La faim et la soif commençaient à se faire sentir étant donné qu’après la manière très musclée dont l’homme s’était fait chassé de la pièce, il ne s’était toujours pas risqué à revenir. Sa visite ne leur manquait pas trop, mais elles savaient que ce type ne laissait pas ses victimes mourir de faim et de soif, donc cette absence prolongé ne coïncidait pas avec ces méthodes, avaient-elles bouleversés les choses en s’opposant à lui ? S’étaient-elles elles-mêmes mises encore plus en danger ?
Heureusement pour elle, la pièce bien que très humide, dû à la proximité de l’Hudson River, disposait toutefois d’un minimum de ‘confort’. Une toute petite pièce adjacente était équipée d’une toilette et d’un évier, raccordés sur une canalisation très douteuse à en juger par la couleur et l’odeur de l’eau glaciale. Dans l’unique pièce principale, qui ne faisait pas plus de 15 m2, il y avait ce qui ressemblait à un matelas, mais dont l’aspect était plus que douteux, une petite couverture avait été soigneusement pliée au bord du lit ainsi qu’un bic et quelques feuilles vierges. Ce qui expliquait les lettres parvenues aux familles des victimes un peu après la découverte des corps. Ce type s’amusait non seulement à détruire psychologiquement ses victimes, mais la détresse et des familles lui était visiblement très importante aussi.
Kate était allongée sur le matelas et s’accordait un peu de repos. Gates était restée appuyée contre le mur, la couverture autour d’elle. Elle guettait l’arrivée de leur ravisseur, car il était hors de question qu’elles se laissent approcher une seconde fois. Les deux femmes s’étaient mises d’accord sur ce point-là. Dés son arrivé, elles se jetaient sur lui et ensuite, c’était chacun pour soi. Celle qui le pouvait s’enfuyait et avertissait les secours.

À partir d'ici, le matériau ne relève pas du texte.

// Per-target body of the float LDPC kernel declared in ldpc_float_kernels.h
// (normalised / offset min-sum and float32 sum-product, one frame per float
// lane). Included once per instruction-set target by ldpc_float_kernels.cc
// (through hwy/foreach_target.h) and the same way by the per-target test and
// the benchmark, which call capgap::HWY_NAMESPACE::LdpcDecodeFloatLanesKernel
// directly. The oracles (ldpc_reference.h for min-sum, ldpc_spa_reference.h
// for sum-product) perform the same float operations in the same order per
// lane, fused multiply-adds where the oracle writes std::fma (sum-product
// only, on targets with a native one); including files are compiled with
// -ffp-contract=off.
//
// Layout: rows of B = Lanes(ScalableTag<float>) floats, L[n], P[n], c[E], then
// scratch rows for one check (t, e, F_a, F_b: 4 max_row_degree rows), all in
// a 64-byte aligned workspace. A check's edges are consecutive rows of c and
// its posteriors whole rows of P, so every access is an aligned vector load
// or store. Rows of degree 3..8 keep their per-edge values (t, and for
// sum-product e and the prefix pairs) in registers, fully unrolled; other
// degrees keep them in the scratch rows (L1). The unrolling gained about
// 10 %: the pass is bound by vector arithmetic, not by loads and stores
// (docs/performance_notes.md, "LDPC float lane kernel").
//
// Streaming: after every iteration the lanes whose frames stop hand out
// their decisions and take the next frames at once, all of them in one pass
// over the rows (row by row, so each row's cache line is touched once for
// every lane that changes; lane by lane, a column at a time, took a fifth of
// a 10-iteration decode in ldpc_bench).

// Per-target include guard (Highway's toggle idiom).
#if defined(CAPGAP_BLOCKS_KERNELS_LDPC_FLOAT_KERNELS_INL_H_) == defined(HWY_TARGET_TOGGLE)
#ifdef CAPGAP_BLOCKS_KERNELS_LDPC_FLOAT_KERNELS_INL_H_
#undef CAPGAP_BLOCKS_KERNELS_LDPC_FLOAT_KERNELS_INL_H_
#else
#define CAPGAP_BLOCKS_KERNELS_LDPC_FLOAT_KERNELS_INL_H_
#endif

#include <cstddef>
#include <cstdint>
#include <cstring>

#include "blocks/kernels/ldpc_float_kernels.h"
#include "blocks/kernels/ldpc_reference.h"
#include "blocks/kernels/ldpc_spa_reference.h"
#include "hwy/highway.h"

HWY_BEFORE_NAMESPACE();
namespace capgap {
namespace HWY_NAMESPACE {
namespace hn = hwy::HWY_NAMESPACE;

#if HWY_TARGET != HWY_SCALAR

namespace ldpc_float_detail {

// Pointers into the aligned workspace of the B lanes.
struct Buffers {
  float* l;  // n rows: channel values (bits for sum-product)
  float* p;  // n rows: posteriors
  float* c;  // E rows: check-to-variable messages
  float* t;  // max_row_degree rows each: t, e, F_a, F_b of one check
  float* e;
  float* fa;
  float* fb;
};

inline Buffers Carve(const LdpcGraph& g, std::size_t lanes, void* ws) {
  auto base = reinterpret_cast<std::uintptr_t>(ws);
  base = (base + 63u) & ~std::uintptr_t{63u};
  const auto n = static_cast<std::size_t>(g.n);
  const auto dd = static_cast<std::size_t>(g.max_row_degree) * lanes;
  Buffers b;
  b.l = reinterpret_cast<float*>(base);
  b.p = b.l + n * lanes;
  b.c = b.p + n * lanes;
  b.t = b.c + static_cast<std::size_t>(g.edges) * lanes;
  b.e = b.t + dd;
  b.fa = b.e + dd;
  b.fb = b.fa + dd;
  return b;
}

// LdpcSpaExp2 of ldpc_spa_reference.h, lane by lane, the same operations.
template <class D>
HWY_INLINE hn::Vec<D> Exp2(D d, hn::Vec<D> y) {
  const hn::RebindToUnsigned<D> du;
  const auto magic = hn::Set(d, kLdpcSpaRoundMagic);
  const auto r = hn::Add(y, magic);
  const auto n = hn::Sub(r, magic);
  const auto f = hn::Sub(y, n);
  auto q = hn::Set(d, kLdpcSpaExp2C3);
  q = hn::MulAdd(q, f, hn::Set(d, kLdpcSpaExp2C2));
  q = hn::MulAdd(q, f, hn::Set(d, kLdpcSpaExp2C1));
  q = hn::MulAdd(q, f, hn::Set(d, kLdpcSpaExp2C0));
  const auto p = hn::MulAdd(q, f, hn::Set(d, 1.0f));
  const auto shift = hn::ShiftLeft<23>(hn::BitCast(du, r));
  return hn::BitCast(d, hn::Add(hn::BitCast(du, p), shift));
}

// LdpcSpaLog2 of ldpc_spa_reference.h (r >= 1 finite), the same operations.
template <class D>
HWY_INLINE hn::Vec<D> Log2(D d, hn::Vec<D> r) {
  const hn::RebindToUnsigned<D> du;
  const hn::RebindToSigned<D> di;
  const auto u = hn::BitCast(du, r);
  const auto k = hn::ShiftRight<23>(hn::Sub(u, hn::Set(du, kLdpcSpaLog2Split)));
  const auto m = hn::BitCast(d, hn::Sub(u, hn::ShiftLeft<23>(k)));
  const auto x = hn::Sub(m, hn::Set(d, 1.0f));
  auto q = hn::Set(d, kLdpcSpaLog2D5);
  q = hn::MulAdd(q, x, hn::Set(d, kLdpcSpaLog2D4));
  q = hn::MulAdd(q, x, hn::Set(d, kLdpcSpaLog2D3));
  q = hn::MulAdd(q, x, hn::Set(d, kLdpcSpaLog2D2));
  q = hn::MulAdd(q, x, hn::Set(d, kLdpcSpaLog2D1));
  q = hn::MulAdd(q, x, hn::Set(d, kLdpcSpaLog2D0));
  return hn::MulAdd(x, q, hn::ConvertTo(d, hn::BitCast(di, k)));
}

// Constants of one call. Copied to a local in the pass (the stores go
// through float pointers that may alias the context).
template <class D>
struct Context {
  const LdpcFloatKernelArgs* a;
  Buffers b;
  hn::Vec<D> sign, cap, alpha, beta, zero, one, neg_clip, clip;
};

template <class D>
HWY_INLINE Context<D> MakeContext(D d, const LdpcFloatKernelArgs& a, const Buffers& b) {
  const hn::RebindToUnsigned<D> du;
  Context<D> x;
  x.a = &a;
  x.b = b;
  x.sign = hn::BitCast(d, hn::Set(du, kLdpcSpaSignBit));
  x.cap = hn::Set(d, kLdpcFloatMinSumCap);
  x.alpha = hn::Set(d, a.normalization);
  x.beta = hn::Set(d, a.offset);
  x.zero = hn::Zero(d);
  x.one = hn::Set(d, 1.0f);
  x.neg_clip = hn::Set(d, -kLdpcSpaClip);
  x.clip = hn::Set(d, kLdpcSpaClip);
  return x;
}

// Per-edge values of one check: kDeg > 0 holds them in registers (the row
// has exactly kDeg edges and every loop over them unrolls); kDeg == 0 in the
// scratch row `base` (any degree).
template <int kDeg, class D>
struct EdgeValues {
  using V = hn::Vec<D>;
  V v[kDeg];
  EdgeValues(float*, std::size_t) {}
  HWY_INLINE V Get(D, int k) const { return v[k]; }
  HWY_INLINE void Put(D, int k, V x) { v[k] = x; }
};
template <class D>
struct EdgeValues<0, D> {
  using V = hn::Vec<D>;
  float* HWY_RESTRICT base;
  std::size_t lanes;
  EdgeValues(float* b, std::size_t l) : base(b), lanes(l) {}
  HWY_INLINE V Get(D d, int k) const {
    return hn::Load(d, base + static_cast<std::size_t>(k) * lanes);
  }
  HWY_INLINE void Put(D d, int k, V x) {
    hn::Store(x, d, base + static_cast<std::size_t>(k) * lanes);
  }
};

// Min-sum check update of a row (LdpcFloatRow of ldpc_reference.h):
// min2 = max(min1, min(min2, |t|)), min1 = min(min1, |t|) from the cap; the
// sign of every message from the XOR of the sign bits.
template <int kDeg, bool kLayered, bool kOffset, class D>
HWY_INLINE void MinSumRow(D d, const Context<D>& x, int e0, int deg) {
  using V = hn::Vec<D>;
  const std::size_t lanes = hn::Lanes(d);
  const int count = kDeg > 0 ? kDeg : deg;
  const int* HWY_RESTRICT ev = x.a->graph.edge_variable + e0;
  float* HWY_RESTRICT c = x.b.c + static_cast<std::size_t>(e0) * lanes;
  EdgeValues<kDeg, D> t(x.b.t, lanes);
  V min1 = x.cap, min2 = x.cap, s = x.zero;
  for (int k = 0; k < count; ++k) {
    const std::size_t o = static_cast<std::size_t>(k) * lanes;
    const V tk =
        hn::Sub(hn::Load(d, x.b.p + static_cast<std::size_t>(ev[k]) * lanes), hn::Load(d, c + o));
    t.Put(d, k, tk);
    const V mag = hn::Abs(tk);
    min2 = hn::Max(min1, hn::Min(min2, mag));
    min1 = hn::Min(min1, mag);
    s = hn::Xor(s, tk);
  }
  V m1, m2;
  if (kOffset) {
    m1 = hn::Max(hn::Sub(min1, x.beta), x.zero);
    m2 = hn::Max(hn::Sub(min2, x.beta), x.zero);
  } else {
    m1 = hn::Mul(x.alpha, min1);
    m2 = hn::Mul(x.alpha, min2);
  }
  for (int k = 0; k < count; ++k) {
    const std::size_t o = static_cast<std::size_t>(k) * lanes;
    const V tk = t.Get(d, k);
    const V mag = hn::IfThenElse(hn::Eq(hn::Abs(tk), min1), m2, m1);
    const V cn = hn::Or(mag, hn::And(hn::Xor(tk, s), x.sign));
    hn::Store(cn, d, c + o);
    if (kLayered) hn::Store(hn::Add(tk, cn), d, x.b.p + static_cast<std::size_t>(ev[k]) * lanes);
  }
}

// Float32 sum-product check update of a row (LdpcSpaRow of
// ldpc_spa_reference.h). The suffix pairs run backwards alongside the
// outputs, so only t, e and the prefix pairs are kept per edge.
template <int kDeg, bool kLayered, class D>
HWY_INLINE void SpaRow(D d, const Context<D>& x, int e0, int deg) {
  using V = hn::Vec<D>;
  const std::size_t lanes = hn::Lanes(d);
  const int count = kDeg > 0 ? kDeg : deg;
  const int* HWY_RESTRICT ev = x.a->graph.edge_variable + e0;
  float* HWY_RESTRICT c = x.b.c + static_cast<std::size_t>(e0) * lanes;
  const auto row = [lanes](int k) { return static_cast<std::size_t>(k) * lanes; };
  EdgeValues<kDeg, D> t(x.b.t, lanes), e(x.b.e, lanes), fa(x.b.fa, lanes), fb(x.b.fb, lanes);
  V s = x.zero;
  for (int k = 0; k < count; ++k) {
    const V tk = hn::Sub(hn::Load(d, x.b.p + row(ev[k])), hn::Load(d, c + row(k)));
    t.Put(d, k, tk);
    s = hn::Xor(s, tk);
    e.Put(d, k, Exp2(d, hn::Max(hn::Or(tk, x.sign), x.neg_clip)));
  }
  const auto emit = [&](int k, V big, V small) {
    const V m = Log2(d, hn::Max(hn::Div(big, small), x.one));
    const V tk = t.Get(d, k);
    const V cn = hn::Or(m, hn::And(hn::Xor(tk, s), x.sign));
    hn::Store(cn, d, c + row(k));
    if (kLayered) hn::Store(hn::Add(tk, cn), d, x.b.p + row(ev[k]));
  };
  if (count == 1) {
    const V tk = t.Get(d, 0);
    const V cn = hn::Or(x.clip, hn::And(hn::Xor(tk, s), x.sign));
    hn::Store(cn, d, c);
    if (kLayered) hn::Store(hn::Add(tk, cn), d, x.b.p + row(ev[0]));
    return;
  }
  V a = x.one, b = e.Get(d, 0);
  fa.Put(d, 1, a);
  fb.Put(d, 1, b);
  for (int k = 1; k + 1 < count; ++k) {
    const V ek = e.Get(d, k);
    const V na = hn::MulAdd(b, ek, a);
    const V nb = hn::MulAdd(a, ek, b);
    a = na;
    b = nb;
    fa.Put(d, k + 1, a);
    fb.Put(d, k + 1, b);
  }
  emit(count - 1, a, b);
  V ga = x.one, gb = e.Get(d, count - 1);
  for (int k = count - 2; k >= 1; --k) {
    const V fak = fa.Get(d, k);
    const V fbk = fb.Get(d, k);
    emit(k, hn::MulAdd(fak, ga, hn::Mul(fbk, gb)), hn::MulAdd(fak, gb, hn::Mul(fbk, ga)));
    const V ek = e.Get(d, k);
    const V na = hn::MulAdd(gb, ek, ga);
    const V nb = hn::MulAdd(ga, ek, gb);
    ga = na;
    gb = nb;
  }
  emit(0, ga, gb);
}

template <int kDeg, bool kLayered, class D>
HWY_INLINE void UpdateRow(D d, const Context<D>& x, LdpcFloatRule rule, int e0, int deg) {
  switch (rule) {
    case LdpcFloatRule::kMinSumNormalized:
      MinSumRow<kDeg, kLayered, false>(d, x, e0, deg);
      break;
    case LdpcFloatRule::kMinSumOffset:
      MinSumRow<kDeg, kLayered, true>(d, x, e0, deg);
      break;
    case LdpcFloatRule::kSumProduct32:
      SpaRow<kDeg, kLayered>(d, x, e0, deg);
      break;
  }
}

// Check update of every row; rows of degree 3..8 (the (3,6) codes, the
// rate-1/2 QC codes) take the unrolled register version.
template <bool kLayered, class D>
HWY_NOINLINE void CheckPass(D d, const Context<D>& shared) {
  const Context<D> x = shared;
  const LdpcGraph& g = x.a->graph;
  const int* HWY_RESTRICT row_start = g.row_start;
  const LdpcFloatRule rule = x.a->rule;
  for (int r = 0; r < g.m; ++r) {
    const int e0 = row_start[r];
    const int deg = row_start[r + 1] - e0;
    switch (deg) {
      case 3:
        UpdateRow<3, kLayered>(d, x, rule, e0, deg);
        break;
      case 4:
        UpdateRow<4, kLayered>(d, x, rule, e0, deg);
        break;
      case 5:
        UpdateRow<5, kLayered>(d, x, rule, e0, deg);
        break;
      case 6:
        UpdateRow<6, kLayered>(d, x, rule, e0, deg);
        break;
      case 7:
        UpdateRow<7, kLayered>(d, x, rule, e0, deg);
        break;
      case 8:
        UpdateRow<8, kLayered>(d, x, rule, e0, deg);
        break;
      default:
        UpdateRow<0, kLayered>(d, x, rule, e0, deg);
        break;
    }
  }
}

// Flooding: P[v] = L[v] + messages of v, in column order.
template <class D>
HWY_NOINLINE void VariablePass(D d, const LdpcGraph& g, const Buffers& b) {
  const std::size_t lanes = hn::Lanes(d);
  for (int v = 0; v < g.n; ++v) {
    const std::size_t row = static_cast<std::size_t>(v) * lanes;
    auto acc = hn::Load(d, b.l + row);
    for (int j = g.col_start[v]; j < g.col_start[v + 1]; ++j) {
      acc = hn::Add(acc, hn::Load(d, b.c + static_cast<std::size_t>(g.col_edge[j]) * lanes));
    }
    hn::Store(acc, d, b.p + row);
  }
}

// Lanes whose decisions (P < 0) violate some check.
template <class D>
HWY_INLINE hn::Mask<D> Unsatisfied(D d, const LdpcGraph& g, const Buffers& b) {
  const hn::RebindToUnsigned<D> du;
  const std::size_t lanes = hn::Lanes(d);
  const auto zero = hn::Zero(d);
  auto acc = hn::Zero(du);
  for (int r = 0; r < g.m; ++r) {
    auto x = hn::Zero(du);
    for (int e = g.row_start[r]; e < g.row_start[r + 1]; ++e) {
      const auto pv = hn::Load(d, b.p + static_cast<std::size_t>(g.edge_variable[e]) * lanes);
      x = hn::Xor(x, hn::BitCast(du, hn::VecFromMask(d, hn::Lt(pv, zero))));
    }
    acc = hn::Or(acc, x);
  }
  return hn::RebindMask(d, hn::Ne(acc, hn::Zero(du)));
}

Voyant que dans son ‘sommeil’ la jeune femme grelottait, Victoria s’approcha d’elle pour la couvrir. Elle se rendit alors compte que la plaie infligée par le couteau devait être plus sérieuse que ce qu’elles ne s’étaient imaginée, car le pull était maculé de sang. La capitaine prit alors peur et entreprit de réveiller l’inspectrice.
-« Beckett, Beckett ??? Vous m’entendez ? Kate, réveille-toi ! Je t’en prie, parle moi… »
La peur de perdre la jeune femme venait de la faire passer au tutoiement sans qu’elle ne s’en rende compte, mais Kate restait inconsciente.